__Work instructions__:
Within the material below, locate the line with "filename src/app/queries/queries-service.ts" and the line with "maxVersions?: number;", then return those two lines and all lines between them, exactly as written.

START Supplied material

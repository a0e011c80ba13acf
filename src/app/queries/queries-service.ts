/**
 * Effect queries, answered from compiled versions without refitting: an LRU of loaded
 * versions (each with its EffectCache of simulated per-unit outcomes), filled from the
 * database on a miss. Any version a query sees is complete: versions are immutable and the
 * model's current pointer moves only after a version is committed.
 *
 * Bad questions are 4xx with a message that says what to change: unknown variables or arms,
 * segments on descendants of the treatment, segments with too few reference rows.
 */
import { LRUCache } from 'lru-cache';
import type { Arm } from '../../core/effects/arms.js';
import { estimateEffect, type EffectEstimate, type EffectQuery } from '../../core/effects/ate.js';
import { EffectCache } from '../../core/effects/effect-cache.js';
import { resolveSegment, expandSegments, SegmentError, type Segment, type SegmentBy } from '../../core/effects/segments.js';
import { upliftTable, type UpliftQuery, type UpliftTable } from '../../core/effects/uplift.js';
import { whatIf, type WhatIfQuery, type WhatIfResult } from '../../core/effects/what-if.js';
import { Rng } from '../../core/random/rng.js';
import { KIND_CONTINUOUS, type CompiledModel } from '../../core/scm/compiled-model.js';
import { QueryRefusalError } from '../../core/scm/query-refusal.js';
import { deserialise } from '../../core/scm/serialise.js';
import { modelError } from '../../errors/model-errors.js';
import type { ModelsService } from '../models/models-service.js';
import type { VersionMeta } from '../../store/models-repository.js';

/** Fewest reference rows a segment needs (common practice: below ~20 units a mean is too noisy to act on). */
export const MIN_SEGMENT_ROWS = 20;

export interface QueriesOptions {
  /** Compiled versions kept in memory. Default 32. */
  maxVersions?: number;
  /** How long the "current version" of a model is remembered, in ms. Default 500. */
  currentTtlMs?: number;
}

/** What a query answer carries besides the estimate: which version answered. */
export interface Answered<T> {
  model: { id: string; version: number; versionId: string };
  result: T;
}

export function createQueriesService(models: ModelsService, options: QueriesOptions = {}) {
  const repo = models.deps.models;
  const versions = new LRUCache<string, Promise<EffectCache>>({ max: options.maxVersions ?? 32 });
  const current = new LRUCache<string, VersionMeta>({ max: 10_000, ttl: options.currentTtlMs ?? 500 });

  const loadVersion = async (workspaceId: string, modelId: string, ref?: string): Promise<{ meta: VersionMeta; cache: EffectCache }> => {
    const key = `${workspaceId}/${modelId}`;
    let meta = ref === undefined || ref === 'current' ? current.get(key) : undefined;
    if (!meta) {
      meta = await models.version(workspaceId, modelId, ref);
      if (ref === undefined || ref === 'current') current.set(key, meta);
    }
    let hit = versions.get(meta.id);
    if (!hit) {
      const id = meta.id;
      hit = repo.artifact(workspaceId, id).then((bytes) => {
        if (!bytes) throw modelError('ERR_MODEL_VERSION_NOT_FOUND', { id: modelId, version: ref ?? 'current' });
        return new EffectCache(deserialise(bytes));
      });
      hit.catch(() => versions.delete(id));
      versions.set(id, hit);
    }
    return { meta, cache: await hit };
  };

  const answer = <T>(meta: VersionMeta, result: T): Answered<T> => ({
    model: { id: meta.modelId, version: meta.number, versionId: meta.id },
    result,
  });

  return {
    /** ATE, or CATE when `segment` is given. */
    async effect(workspaceId: string, modelId: string, q: EffectQuery, version?: string): Promise<Answered<EffectEstimate>> {
      const { meta, cache } = await loadVersion(workspaceId, modelId, version);
      checkQuery(cache.model, q.treatment, q.outcome, [q.arm, q.reference]);
      if (q.segment) checkSegments(cache.model, q.treatment, [q.segment]);
      return answer(meta, translate(() => estimateEffect(cache, q)));
    },

    /** Uplift of several arms by segment, recommended arm per segment, policy value. */
    async uplift(workspaceId: string, modelId: string, q: UpliftQuery, version?: string): Promise<Answered<UpliftTable>> {
      const { meta, cache } = await loadVersion(workspaceId, modelId, version);
      checkQuery(cache.model, q.treatment, q.outcome, [...q.arms, q.reference]);
      checkSegments(cache.model, q.treatment, translate(() => expandSegments(cache.model, cache.model.names.indexOf(q.treatment), q.by)), q.by);
      return answer(meta, translate(() => upliftTable(cache, q)));
    },

    /**
     * Per-unit predictions for posted rows under each arm. Seeded by the version and the
     * request, so the same question gets the same answer.
     */
    async whatIf(
      workspaceId: string,
      modelId: string,
      rows: ReadonlyArray<Readonly<Record<string, number | string | null>>>,
      q: WhatIfQuery,
      version?: string,
    ): Promise<Answered<WhatIfResult>> {
      const { meta, cache } = await loadVersion(workspaceId, modelId, version);
      checkQuery(cache.model, q.treatment, q.outcome, [...q.arms, ...(q.reference !== undefined ? [q.reference] : [])]);
      return answer(meta, translate(() => whatIf(cache.model, rows, q, Rng.create(meta.number))));
    },

    /** The loaded model of a version (the what-if route and the report read it). */
    async compiled(workspaceId: string, modelId: string, version?: string): Promise<{ meta: VersionMeta; model: CompiledModel; cache: EffectCache }> {
      const { meta, cache } = await loadVersion(workspaceId, modelId, version);
      return { meta, model: cache.model, cache };
    },

    /** Drop cached versions of a deleted model. */
    forget(versionIds: readonly string[]): void {
      for (const id of versionIds) versions.delete(id);
    },
  };
}

export type QueriesService = ReturnType<typeof createQueriesService>;

/** Names and arms checked up front, so the user hears which one to fix. */
function checkQuery(model: CompiledModel, treatment: string, outcome: string, arms: readonly Arm[]): void {
  for (const [where, v] of [
    ['treatment', treatment],
    ['outcome', outcome],
  ] as const) {
    if (!model.names.includes(v)) throw modelError('ERR_QUERY_UNKNOWN_VARIABLE', { where, variable: v, known: model.names.join(', ') });
  }
  if (treatment === outcome) throw modelError('ERR_QUERY_INVALID', { reason: 'treatment and outcome are the same variable; choose two different variables.' });
  const t = model.names.indexOf(treatment);
  const levels = model.levels[t];
  if (model.kinds[t] !== KIND_CONTINUOUS && levels) {
    for (const a of arms) {
      const v = typeof a === 'object' && a !== null && 'set' in a ? a.set : a;
      if (typeof v === 'string' && v !== 'observe' && !levels.includes(v)) {
        throw modelError('ERR_QUERY_UNKNOWN_ARM', { arm: v, treatment, levels: levels.join(', ') });
      }
    }
  }
}

/** Every segment reads only non-descendants and holds enough reference rows. */
function checkSegments(model: CompiledModel, treatment: string, segments: readonly Segment[], by?: SegmentBy): void {
  const t = model.names.indexOf(treatment);
  for (const s of segments) {
    for (const c of s.conditions) {
      if (!model.names.includes(c.variable)) {
        throw modelError('ERR_QUERY_UNKNOWN_VARIABLE', { where: 'segment', variable: c.variable, known: model.names.join(', ') });
      }
    }
    const r = translate(() => resolveSegment(model, t, s));
    // Empty cells of a cross product are dropped from uplift tables; explicit segments must not be empty.
    if (r.count === 0 && by && 'cells' in by) continue;
    if (r.count < MIN_SEGMENT_ROWS) throw modelError('ERR_QUERY_SEGMENT_TOO_SMALL', { segment: r.name, rows: r.count, min: MIN_SEGMENT_ROWS });
  }
}

/**
 * The engine's refusals of the question become catalogued 4xx errors. Anything else the engine
 * throws (a RangeError included) is a bug: it passes through and the api answers 500.
 */
function translate<T>(fn: () => T): T {
  try {
    return fn();
  } catch (e) {
    if (e instanceof SegmentError) throw modelError('ERR_QUERY_SEGMENT_DESCENDANT', { reason: e.message, variable: e.variable, graphs: e.graphs, weight: e.weight });
    if (e instanceof QueryRefusalError) throw modelError('ERR_QUERY_INVALID', { reason: e.message });
    throw e;
  }
}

END Supplied material

__Answer area__:
filename src/app/queries/queries-service.ts
/**
 * Effect queries, answered from compiled versions without refitting: an LRU of loaded
 * versions (each with its EffectCache of simulated per-unit outcomes), filled from the
 * database on a miss. Any version a query sees is complete: versions are immutable and the
 * model's current pointer moves only after a version is committed.
 *
 * Bad questions are 4xx with a message that says what to change: unknown variables or arms,
 * segments on descendants of the treatment, segments with too few reference rows.
 */
import { LRUCache } from 'lru-cache';
import type { Arm } from '../../core/effects/arms.js';
import { estimateEffect, type EffectEstimate, type EffectQuery } from '../../core/effects/ate.js';
import { EffectCache } from '../../core/effects/effect-cache.js';
import { resolveSegment, expandSegments, SegmentError, type Segment, type SegmentBy } from '../../core/effects/segments.js';
import { upliftTable, type UpliftQuery, type UpliftTable } from '../../core/effects/uplift.js';
import { whatIf, type WhatIfQuery, type WhatIfResult } from '../../core/effects/what-if.js';
import { Rng } from '../../core/random/rng.js';
import { KIND_CONTINUOUS, type CompiledModel } from '../../core/scm/compiled-model.js';
import { QueryRefusalError } from '../../core/scm/query-refusal.js';
import { deserialise } from '../../core/scm/serialise.js';
import { modelError } from '../../errors/model-errors.js';
import type { ModelsService } from '../models/models-service.js';
import type { VersionMeta } from '../../store/models-repository.js';

/** Fewest reference rows a segment needs (common practice: below ~20 units a mean is too noisy to act on). */
export const MIN_SEGMENT_ROWS = 20;

export interface QueriesOptions {
  /** Compiled versions kept in memory. Default 32. */
  maxVersions?: number;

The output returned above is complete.